### TASK DETAILS
Your task is to quote the records from their first line through the line containing "pairsOfGroups, together, without", with nothing added or left out.

── THE RECORDS ──

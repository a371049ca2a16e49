import type { Plan } from "../plan/index.ts";
import { count, type Engine, nano, type Row } from "./engine.ts";
import { cellsOfGroups, type Group, groupsOfCells, groupsOfPairs, pairsOfGroups, together, without } from "./groups.ts";
import { armsOfCells, armsOfPairs, type MeasuredMetric, type Scales, widened } from "./measuredMetric.ts";
import { type Dialect, extremes, NOT_ANALYSED, type Over, otherwise, standingCounts } from "./sql/index.ts";
import { decimalTables, jointTables, measured } from "./tables.ts";
import type { CellTable, ChoiceCells, JointTable, OtherCells } from "./types.ts";

/** A choice of units: whether one of a standing (sql/cells.ts) is among them. */
interface UnitChoice {
  readonly choice: OtherCells;
  readonly has: (standing: number) => boolean;
}

const ANALYSED = 1;
const isAnalysed = (standing: number): boolean => (standing & ANALYSED) !== 0;

const FIRST_INCIDENT = 16;

function unitChoicesOf({ incidents }: Plan): UnitChoice[] {
  return [
    { choice: "other-way-in-two-variants", has: (standing) => (standing & 2) !== 0 },
    { choice: "any-follow-up", has: (standing) => (standing & 4) !== 0 },
    { choice: "without-first-day", has: (standing) => (standing & 9) === ANALYSED },
    ...incidents.map(({ name }, k): UnitChoice => {
      const bits = ANALYSED | (FIRST_INCIDENT << k);
      return { choice: `without-incident:${name}`, has: (standing) => (standing & bits) === ANALYSED };
    }),
  ];
}

/**
 * Other choices of units, one list a metric. Asked for are the sums of those units only that stand otherwise than most:
 * switched, not followed to the end, of the first day, enrolled in an incident.
 */
export async function unitChoices(
  plan: Plan,
  metrics: readonly MeasuredMetric[],
  engine: Engine,
  dialect: Dialect,
): Promise<ChoiceCells[][]> {
  const incidents = plan.incidents.length;
  const counts = await engine.query(standingCounts(incidents));
  const choices = unitChoicesOf(plan).filter((choice) => differs(choice, counts) && leavesArms(plan, choice, counts));
  if (choices.length === 0 || metrics.length === 0) return metrics.map(() => []);
  const isBeyond = counts.some((row) => !isAnalysed(count(row, "standing")));
  const scales = await scalesWithOthers(metrics, isBeyond, engine);
  const apart = await tablesApart(metrics, scales, otherwise(incidents), engine, dialect);
  return metrics.map((one, m) => {
    const own = scales[m] ?? { y: 1, x: 1 };
    const tables = apart[m];
    if (tables === undefined) throw new Error(`no sums apart for metric ${m} of ${apart.length}`);
    const arms = { y: armsOfCells(one, own), pairs: armsOfPairs(one, own) };
    return choices
      .filter(({ has }) => tables.of.bucket.some((standing) => has(standing) !== isAnalysed(standing)))
      .map(({ choice, has }) => ({
        choice,
        of: cellsOfGroups(one.y.pivot, own.y, chosen(arms.y, groupsOfCells(tables.of), has)),
        joint:
          one.paired === null || tables.joint === null
            ? null
            : pairsOfGroups(
                [one.y.pivot, one.paired.x.pivot],
                [own.y, own.x],
                chosen(arms.pairs, groupsOfPairs(tables.joint), has),
              ),
      }));
  });
}

/** The plan's arms, less the units that a choice leaves out, and with those that it takes in. */
function chosen(arms: readonly Group[], apart: readonly Group[], has: UnitChoice["has"]): Group[] {
  const variants = [...new Set([...arms, ...apart].map(({ variant }) => variant))].sort((a, b) => a - b);
  return variants.flatMap((variant) => {
    const own = apart.filter((group) => group.variant === variant);
    const gone = own.filter(({ bucket }) => isAnalysed(bucket) && !has(bucket));
    const come = own.filter(({ bucket }) => !isAnalysed(bucket) && has(bucket));
    const arm = arms.find((group) => group.variant === variant);
    const left = arm === undefined ? [] : [without(arm, together(gone))];
    return together([...left, ...come]) ?? [];
  });
}

function differs({ has }: UnitChoice, counts: readonly Row[]): boolean {
  return counts.some((row) => has(count(row, "standing")) !== isAnalysed(count(row, "standing")));
}

/** A test of one day without its first day is none. */
function leavesArms(plan: Plan, { has }: UnitChoice, counts: readonly Row[]): boolean {
  return plan.variants.every((_, variant) => {
    const own = counts.filter((row) => count(row, "variant") === variant).map((row) => count(row, "standing"));
    return own.some(has) || !own.some(isAnalysed);
  });
}

/** The scales that reach the units too that the plan does not count. */
async function scalesWithOthers(
  metrics: readonly MeasuredMetric[],
  isBeyond: boolean,
  engine: Engine,
): Promise<Scales[]> {
  const values = metrics.flatMap(({ y, paired }) => (paired === null ? [y] : [y, paired.x]));
  const [ends = {}] = isBeyond
    ? await engine.query(
        extremes(
          values.map(({ x }) => x),
          NOT_ANALYSED,
        ),
      )
    : [];
  let next = 0;
  const scale = ({ pivot, scale: own }: { readonly pivot: string; readonly scale: number }) => {
    const at = next++;
    return ends[`least${at}`] == null ? own : widened(own, pivot, [nano(ends, `least${at}`), nano(ends, `most${at}`)]);
  };
  return metrics.map(({ y, paired }) => ({ y: scale(y), x: paired === null ? 1 : scale(paired.x) }));
}

interface Tables {
  readonly of: CellTable;
  readonly joint: JointTable | null;
}

async function tablesApart(
  metrics: readonly MeasuredMetric[],
  scales: readonly Scales[],
  over: Over,
  engine: Engine,
  dialect: Dialect,
): Promise<Tables[]> {
  const ys = metrics.map(({ y }, m) => measured(y.x, y.pivot, scales[m]?.y ?? y.scale, [], dialect));
  const xs = metrics.flatMap(({ paired }, m) =>
    paired === null ? [] : [{ m, x: measured(paired.x.x, paired.x.pivot, scales[m]?.x ?? 1, [], dialect) }],
  );
  const tables = await decimalTables(
    [...ys, ...xs.map(({ x }) => x)].map((measure) => ({ measure, over })),
    engine,
  );
  const pairs = xs.flatMap(({ m, x }, i) => {
    const [y, ofY, ofX] = [ys[m], tables[m], tables[ys.length + i]];
    return y === undefined || ofY === undefined || ofX === undefined ? [] : [{ y, x, over, ofY, ofX }];
  });
  const joints = await jointTables(pairs, engine, dialect);
  return metrics.map((_, m) => {
    const of = tables[m];
    if (of === undefined) throw new Error(`no sums apart for metric ${m}`);
    return { of, joint: joints[xs.findIndex((one) => one.m === m)] ?? null };
  });
}
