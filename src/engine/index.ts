/** From a plan and its log to counts and cells. */
export { reduce, type Progress, type ReduceOptions } from "./reduce.ts";
export { UnusableLog } from "./unusable.ts";
export { unitLineIds } from "./layout.ts";
export type * from "./types.ts";
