import { rankOf } from "./caps.ts";
import { count, type Engine, nano } from "./engine.ts";
import {
  alike,
  alikeInY,
  cellsOfGroups,
  type Group,
  groupsOfCells,
  groupsOfPairs,
  pairsOfGroups,
  together,
  without,
} from "./groups.ts";
import { armsOfCells, armsOfPairs, type MeasuredMetric, ownScales, type Scales, widened } from "./measuredMetric.ts";
import { nanoOf, nanoText } from "./nano.ts";
import type { PowerClass } from "./pivot.ts";
import { aboveCaps, type Dialect, extremes, valuesFromTop } from "./sql/index.ts";
import { decimalTables, jointTables, measured } from "./tables.ts";
import type { ChoiceCells, OtherCells } from "./types.ts";

const OTHER_QUANTILES = [
  ["cap-0.99", "0.99"],
  ["cap-0.999", "0.999"],
] as const;

/** A cap that the plan does not set, in 10^-9; null: none. */
interface OtherCap {
  readonly choice: OtherCells;
  readonly cap: bigint | null;
}

/** A metric of which other caps are asked, its own in 10^-9, and its largest value before that. */
interface Capped {
  readonly one: MeasuredMetric;
  readonly own: bigint | null;
  readonly largest: bigint;
}

/**
 * Metrics under other caps, one list a metric: none, and the two usual quantiles. Asked for are the sums of the units only
 * that lie above one of the caps; the others are the same under each. Each question is asked of all metrics at once.
 */
export async function capChoices(
  metrics: readonly MeasuredMetric[],
  engine: Engine,
  dialect: Dialect,
): Promise<ChoiceCells[][]> {
  const summed = await withLargest(metrics, engine);
  const caps = await otherCaps(summed, engine, dialect);
  const asked = summed.flatMap((capped, i) => {
    const own = caps[i] ?? [];
    if (own.length === 0) return [];
    const limits = [capped.own, ...own.map(({ cap }) => cap)].filter((cap) => cap !== null);
    return [{ ...capped, caps: own, ladder: [...new Set(limits)].sort(ascending) }];
  });
  const above = await sumsAbove(asked, engine, dialect);
  return metrics.map((metric) => {
    const i = asked.findIndex(({ one }) => one === metric);
    const [found, sums] = [asked[i], above[i]];
    if (found === undefined || sums === undefined) return [];
    return found.caps.map(({ choice, cap }) => under(metric, sums, found.ladder, found.own, choice, cap));
  });
}

/** The means and ratios with some value. */
async function withLargest(metrics: readonly MeasuredMetric[], engine: Engine): Promise<Capped[]> {
  const summed = metrics.flatMap((one) => {
    const { summary } = one.metric;
    const most = one.of.largest.reduce<bigint | null>((max, end) => (max === null || end > max ? end : max), null);
    if (most === null || (summary !== "mean" && summary !== "ratio-of-totals")) return [];
    return [{ one, own: one.cap === null ? null : nanoOf(one.cap), largest: most }];
  });
  const held = summed.filter(({ own }) => own !== null);
  if (held.length === 0) return summed;
  const [ends = {}] = await engine.query(extremes(held.map(({ one }) => one.plain)));
  return summed.map((capped) => {
    const i = held.indexOf(capped);
    return i < 0 ? capped : { ...capped, largest: nano(ends, `most${i}`) };
  });
}

/** Those that change a value which the plan's own cap leaves, or leave one that it changes; of two alike the first. */
async function otherCaps(summed: readonly Capped[], engine: Engine, dialect: Dialect): Promise<OtherCap[][]> {
  const asked = summed.flatMap(({ one }, i) => {
    const n = one.y.classes.reduce((sum, group) => sum + group.n, 0n);
    return OTHER_QUANTILES.map(([choice, q]) => {
      const above = n - rankOf(q, n);
      return { i, choice, x: one.plain, above, bound: nanoText(lowestNeeded(one.y.classes, above)) };
    });
  });
  const rows = asked.length === 0 ? [] : await engine.query(valuesFromTop(asked, dialect));
  const values = new Map(rows.map((row) => [count(row, "place"), nano(row, "x")]));
  return summed.map(({ own, largest }, i) => {
    const found: OtherCap[] = [{ choice: "no-cap", cap: null }];
    for (const [place, one] of asked.entries()) {
      const cap = values.get(place) ?? 0n;
      // Where so few units have more than 0 nothing would be left to compare.
      if (one.i === i && cap > 0n) found.push({ choice: one.choice, cap });
    }
    const effect = (cap: bigint | null) => (cap === null || cap >= largest ? null : cap);
    const effects = [effect(own), ...found.map(({ cap }) => effect(cap))];
    return found.filter((_, c) => effects.indexOf(effects[c + 1] ?? null) === c + 1);
  });
}

/** A value from which on upwards there are more than `above` units: few are sorted then. The cap moves none below it. */
function lowestNeeded(classes: readonly PowerClass[], above: bigint): bigint {
  const positive = classes.filter(({ powerOfTwo, least }) => powerOfTwo !== null && least > 0n);
  if (positive.length < classes.filter(({ powerOfTwo }) => powerOfTwo !== null).length) return 0n;
  const fromTop = positive.sort((a, b) => (a.least > b.least ? -1 : 1));
  let n = 0n;
  for (const { n: own, least } of fromTop) {
    n += own;
    if (n > above) return least;
  }
  return 0n;
}

/** Sums of the units above the lowest cap; the bucket is how many of the caps a unit lies above. */
interface SumsAbove {
  readonly scales: Scales;
  readonly values: readonly Group[];
  readonly pairs: readonly Group[];
}

async function sumsAbove(
  asked: readonly (Capped & { readonly ladder: readonly bigint[] })[],
  engine: Engine,
  dialect: Dialect,
): Promise<SumsAbove[]> {
  const all = asked.map(({ one, ladder, largest }) => {
    const { plain, y } = one;
    const scales = { ...ownScales(one), y: widened(y.scale, y.pivot, [largest, largest]) };
    const over = aboveCaps(plain, ladder.map(nanoText), dialect);
    return { over, scales, y: measured(plain, y.pivot, scales.y, [], dialect), x: one.paired?.x ?? null };
  });
  const partners = all.flatMap(({ over, x }, i) => (x === null ? [] : [{ i, over, measure: x }]));
  const tables = await decimalTables([...all.map(({ y, over }) => ({ measure: y, over })), ...partners], engine);
  const pairs = partners.flatMap(({ i, over, measure: x }, p) => {
    const [y, ofY, ofX] = [all[i]?.y, tables[i], tables[all.length + p]];
    return y === undefined || ofY === undefined || ofX === undefined ? [] : [{ y, x, over, ofY, ofX }];
  });
  const joints = await jointTables(pairs, engine, dialect);
  return all.map(({ scales }, i) => {
    const [of, joint] = [tables[i], joints[partners.findIndex((partner) => partner.i === i)]];
    if (of === undefined) throw new Error(`no sums above the caps of metric ${i}`);
    return { scales, values: groupsOfCells(of), pairs: joint === undefined ? [] : groupsOfPairs(joint) };
  });
}

/** The metric's cells as if its cap were another. */
function under(
  one: MeasuredMetric,
  above: SumsAbove,
  ladder: readonly bigint[],
  own: bigint | null,
  choice: OtherCells,
  cap: bigint | null,
): ChoiceCells {
  const { y, paired } = one;
  const { scales } = above;
  const exceeds = (limit: bigint | null) => (limit === null ? ladder.length + 1 : ladder.indexOf(limit) + 1);
  const held = (limit: bigint | null, scale: number) => (group: Group) =>
    limit === null ? group : alike(group.variant, group.n, limit, nanoOf(y.pivot), scale);
  const heldPairs = (limit: bigint | null, scale: number) => (group: Group) =>
    limit === null ? group : alikeInY(group, limit, nanoOf(y.pivot), scale);
  return {
    choice,
    of: cellsOfGroups(
      y.pivot,
      scales.y,
      recapped(armsOfCells(one, scales), above.values, {
        own: [exceeds(own), held(own, scales.y)],
        other: [exceeds(cap), held(cap, scales.y)],
      }),
    ),
    joint:
      paired === null
        ? null
        : pairsOfGroups(
            [y.pivot, paired.x.pivot],
            [scales.y, scales.x],
            recapped(armsOfPairs(one, scales), above.pairs, {
              own: [exceeds(own), heldPairs(own, scales.y)],
              other: [exceeds(cap), heldPairs(cap, scales.y)],
            }),
          ),
  };
}

/** From which bucket on units are held down, and their sums when they are. */
type Held = readonly [from: number, sums: (group: Group) => Group];

/** Takes the units above the lowest cap out as the plan holds them, and puts them back as the other cap does. */
function recapped(
  arms: readonly Group[],
  above: readonly Group[],
  { own, other }: { readonly own: Held; readonly other: Held },
): Group[] {
  return arms.flatMap((arm) => {
    const groups = above.filter(({ variant }) => variant === arm.variant);
    const as = ([from, sums]: Held) => groups.map((group) => (group.bucket >= from ? sums(group) : group));
    return together([without(arm, together(as(own))), ...as(other)]) ?? [];
  });
}

const ascending = (a: bigint, b: bigint) => (a < b ? -1 : a > b ? 1 : 0);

───

### RESULT FOR THIS EXERCISE
repository a371049ca2a16e49
import type { Plan } from "../plan/index.ts";
import { count, type Engine, nano, type Row } from "./engine.ts";
import { cellsOfGroups, type Group, groupsOfCells, groupsOfPairs, pairsOfGroups, together, without } from "./groups.ts";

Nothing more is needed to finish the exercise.